Toelichting bij COM(2001)633 - Standpunt van de EG in het Gemengd Comité over de invoeging van artikel 20 bis "Gescheiden boekhouding" in Protocol 3 inzake de definitie van het begrip 'producten van oorsprong' en methoden van administratieve samenwerking dat deel uitmaakt van de Overeenkomst met de Regering van Denemarken en de Landsregering van Faeröer

Dit is een beperkte versie

U kijkt naar een beperkte versie van dit dossier in de EU Monitor.

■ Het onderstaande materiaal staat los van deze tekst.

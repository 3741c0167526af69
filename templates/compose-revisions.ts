import type { Block } from './block';
import { plain } from './plain-text';

export interface RevisedSheet {
  number: string;
  revisions: readonly { number: number; date: string; reason: string; originator: string }[];
}

/** The revision history of a package, on its last pages; nothing when every sheet is as first issued. */
export function composeRevisions(sheets: readonly RevisedSheet[]): Block[] {
  if (sheets.every((s) => s.revisions.length < 2)) return [];
  const rows = sheets.flatMap((sheet) =>
    sheet.revisions.map((r, i) => ({
      cells: [i === 0 ? sheet.number : '', `${r.number}`, r.date, r.originator, plain(r.reason)],
      ...(i === 0 ? { emphasis: 'group' as const } : {}),
    })),
  );
  return [
    { kind: 'heading', id: 'R', text: 'Revisions of the sheets' },
    {
      kind: 'table',
      id: 'R.1',
      columns: [
        { head: 'sheet', align: 'left' },
        { head: 'rev', align: 'left' },
        { head: 'date', align: 'left' },
        { head: 'by', align: 'left' },
        { head: 'reason', align: 'left' },
      ],
      rows,
      note: 'A line that changed after the first issue bears a triangle in the margin with the number of the revision in which it last changed.',
    },
  ];
}
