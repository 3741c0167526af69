import type { DraftChangeNote } from '@/lib/model/compare-drafts';

interface Props {
  version: number;
  changes: readonly DraftChangeNote[];
  onReturn: () => void;
}

/** What differs between an earlier version and the draft in hand. */
export function VersionChanges({ version, changes, onReturn }: Props) {
  if (changes.length === 0) return <p>Version {version} says what the draft says now.</p>;
  return (
    <>
      <p>
        {changes.length === 1 ? 'One input was' : `${changes.length} inputs were`} written differently in
        version {version}.
      </p>
      <dl className="versionchanges">
        {changes.map((c) => (
          <div key={c.place}>
            <dt>{c.place}</dt>
            <dd>
              then {c.before ? <b>{c.before}</b> : 'blank'}, now {c.after ? <b>{c.after}</b> : 'blank'}
            </dd>
          </div>
        ))}
      </dl>
      <button type="button" className="btn p" onClick={onReturn}>
        Return to version {version}
      </button>
      <p className="ans">
        It becomes the newest version. Undo brings back the draft of now, and it stays here.
      </p>
    </>
  );
}
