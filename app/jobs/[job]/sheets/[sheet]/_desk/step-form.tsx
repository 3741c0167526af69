'use client';

import { FieldReader } from '@/lib/model/field-reader';
import type { Quantity } from '@/lib/model/quantity';
import { readGeometry } from '@/lib/model/read-geometry';
import { useDesk } from './desk-context';
import { type DeskStepKey, deskSteps, errorsOfStep } from './desk-step';
import type { Shown } from './drawing-tools';
import { LiveDrawing } from './live-drawing';
import { BasisStep } from './steps/basis-step';
import { ChecksStep } from './steps/checks-step';
import { CombinationsStep } from './steps/combinations-step';
import { GeometryStep } from './steps/geometry-step';
import { LoadsStep } from './steps/loads-step';
import { RedundantsStep } from './steps/redundants-step';
import { ResultsStep } from './steps/results-step';
import { SupportsStep } from './steps/supports-step';
import { StillOpen } from './still-open';
import type { Trial, Writing } from './writing';

interface Props {
  step: DeskStepKey;
  writing: Writing | undefined;
  pages: Extract<Writing, { state: 'written' }> | undefined;
  caseIndex: number;
  onCase: (index: number) => void;
  shown: Shown;
  onShow: (shown: Shown) => void;
  sets: readonly { key: string; title: string }[];
  tryOut: (quantities: Quantity[]) => Promise<Trial>;
}

/** The form of one step, under the drawing it speaks of. */
export function StepForm(props: Props) {
  const { step, writing, pages, sets, tryOut, caseIndex, onCase, shown, onShow } = props;
  const { draft, errors } = useDesk();
  const drawn = step === 'geometry' || step === 'supports' || step === 'loads';
  const members = readGeometry(new FieldReader(draft.units), draft).members.map((m) => m.id);
  const form = () => {
    switch (step) {
      case 'basis':
        return <BasisStep />;
      case 'geometry':
        return <GeometryStep />;
      case 'supports':
        return <SupportsStep />;
      case 'loads':
        return <LoadsStep current={caseIndex} onCase={onCase} />;
      case 'combinations':
        return <CombinationsStep sets={sets} writing={writing} />;
      case 'redundants':
        return <RedundantsStep writing={writing} pages={pages} tryOut={tryOut} />;
      case 'results':
        return <ResultsStep pages={pages} members={members} onShow={onShow} />;
      case 'checks':
        return <ChecksStep writing={writing} />;
    }
  };
  return (
    <>
      <div className="formhead">
        <h1>{deskSteps.find((s) => s.key === step)?.title}</h1>
      </div>
      <StillOpen errors={errorsOfStep(errors, step)} />
      {drawn ? (
        <LiveDrawing
          caseIndex={step === 'loads' ? caseIndex : undefined}
          width={418}
          shown={shown}
          onShow={onShow}
          overlay={writing?.state === 'written' ? pages?.overlay.drawings[caseIndex] : undefined}
        />
      ) : null}
      {form()}
    </>
  );
}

1. De regels van oorsprong zijn van groot belang voor de correcte werking van de overeenkomsten tussen de Gemeenschap en haar handelspartners. De Europese Gemeenschap, enerzijds, en de regering van Denemarken en de Landsregering van Faeröer, anderzijds, hebben op 6 december 1996 een nieuwe overeenkomst getekend die op 1 januari 1997 in werking is getreden.

Protocol 3 inzake de definitie van het begrip producten van oorsprong en methoden van administratieve samenwerking werd samen met de Overeenkomst goedgekeurd en is met deze op 1 januari 1997 in werking getreden.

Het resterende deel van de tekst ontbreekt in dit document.